_Task to carry out:_ Write out again the entries from the first line to the line that includes "describe('a report signed", keeping both of those lines.

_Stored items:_
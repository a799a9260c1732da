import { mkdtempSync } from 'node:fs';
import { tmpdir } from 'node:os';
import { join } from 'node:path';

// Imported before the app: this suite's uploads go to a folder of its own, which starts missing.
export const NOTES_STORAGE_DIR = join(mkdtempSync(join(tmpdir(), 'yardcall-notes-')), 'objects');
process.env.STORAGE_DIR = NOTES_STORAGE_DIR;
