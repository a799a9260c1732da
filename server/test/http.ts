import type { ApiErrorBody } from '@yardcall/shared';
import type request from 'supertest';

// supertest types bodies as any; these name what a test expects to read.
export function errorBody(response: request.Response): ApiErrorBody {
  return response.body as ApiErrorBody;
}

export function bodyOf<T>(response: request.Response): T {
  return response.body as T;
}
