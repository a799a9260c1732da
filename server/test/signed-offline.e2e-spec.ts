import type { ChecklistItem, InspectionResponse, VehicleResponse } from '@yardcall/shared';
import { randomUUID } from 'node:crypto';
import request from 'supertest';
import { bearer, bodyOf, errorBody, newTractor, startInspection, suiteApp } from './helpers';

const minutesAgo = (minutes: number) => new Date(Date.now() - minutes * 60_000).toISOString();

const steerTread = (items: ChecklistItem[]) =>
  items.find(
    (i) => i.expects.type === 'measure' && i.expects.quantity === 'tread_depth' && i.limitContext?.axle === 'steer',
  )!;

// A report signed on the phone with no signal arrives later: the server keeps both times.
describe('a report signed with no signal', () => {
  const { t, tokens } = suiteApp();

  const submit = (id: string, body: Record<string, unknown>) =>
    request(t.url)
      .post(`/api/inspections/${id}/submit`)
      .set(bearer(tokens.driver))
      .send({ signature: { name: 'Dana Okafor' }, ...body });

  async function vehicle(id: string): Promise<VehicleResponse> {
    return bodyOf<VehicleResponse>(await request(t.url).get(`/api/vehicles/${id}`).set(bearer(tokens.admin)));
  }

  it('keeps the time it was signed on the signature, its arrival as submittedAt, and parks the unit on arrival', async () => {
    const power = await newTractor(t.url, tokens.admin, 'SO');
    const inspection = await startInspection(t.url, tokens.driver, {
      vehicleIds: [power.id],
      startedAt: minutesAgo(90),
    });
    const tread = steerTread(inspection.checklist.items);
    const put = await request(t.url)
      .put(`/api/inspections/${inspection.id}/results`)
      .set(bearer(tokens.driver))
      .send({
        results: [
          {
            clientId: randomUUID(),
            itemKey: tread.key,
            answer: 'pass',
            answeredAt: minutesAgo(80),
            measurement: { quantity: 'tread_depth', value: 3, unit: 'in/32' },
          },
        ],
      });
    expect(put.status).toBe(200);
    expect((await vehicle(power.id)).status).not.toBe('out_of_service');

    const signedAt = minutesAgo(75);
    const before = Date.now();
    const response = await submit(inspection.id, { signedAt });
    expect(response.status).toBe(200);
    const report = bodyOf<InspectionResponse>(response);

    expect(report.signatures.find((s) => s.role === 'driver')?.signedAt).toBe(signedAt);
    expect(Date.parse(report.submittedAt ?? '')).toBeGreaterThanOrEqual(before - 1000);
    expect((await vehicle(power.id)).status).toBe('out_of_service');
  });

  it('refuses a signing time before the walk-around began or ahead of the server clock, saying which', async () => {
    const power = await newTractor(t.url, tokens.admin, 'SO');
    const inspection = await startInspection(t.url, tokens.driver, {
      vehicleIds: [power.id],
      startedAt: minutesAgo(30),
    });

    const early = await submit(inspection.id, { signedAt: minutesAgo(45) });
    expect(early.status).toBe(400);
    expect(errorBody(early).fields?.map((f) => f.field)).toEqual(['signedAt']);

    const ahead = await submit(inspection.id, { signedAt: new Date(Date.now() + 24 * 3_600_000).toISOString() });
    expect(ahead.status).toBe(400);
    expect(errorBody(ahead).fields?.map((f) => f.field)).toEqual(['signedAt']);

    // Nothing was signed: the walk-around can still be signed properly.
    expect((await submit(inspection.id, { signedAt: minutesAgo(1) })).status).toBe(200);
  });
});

_Answer to this exercise:_
repository a799a9260c1732da
import { mkdtempSync } from 'node:fs';
import { tmpdir } from 'node:os';
import { join } from 'node:path';

// Imported before the app: this suite's uploads go to a folder of its own, which starts missing.
export const NOTES_STORAGE_DIR = join(mkdtempSync(join(tmpdir(), 'yardcall-notes-')), 'objects');
process.env.STORAGE_DIR = NOTES_STORAGE_DIR;
repository a799a9260c1732da
filename server/test/http.ts
import type { ApiErrorBody } from '@yardcall/shared';
import type request from 'supertest';

// supertest types bodies as any; these name what a test expects to read.
export function errorBody(response: request.Response): ApiErrorBody {
  return response.body as ApiErrorBody;
}

export function bodyOf<T>(response: request.Response): T {
  return response.body as T;
}
repository a799a9260c1732da
filename server/test/signed-offline.e2e-spec.ts
import type { ChecklistItem, InspectionResponse, VehicleResponse } from '@yardcall/shared';
import { randomUUID } from 'node:crypto';
import request from 'supertest';
import { bearer, bodyOf, errorBody, newTractor, startInspection, suiteApp } from './helpers';

const minutesAgo = (minutes: number) => new Date(Date.now() - minutes * 60_000).toISOString();

const steerTread = (items: ChecklistItem[]) =>
  items.find(
    (i) => i.expects.type === 'measure' && i.expects.quantity === 'tread_depth' && i.limitContext?.axle === 'steer',
  )!;

// A report signed on the phone with no signal arrives later: the server keeps both times.
describe('a report signed with no signal', () => {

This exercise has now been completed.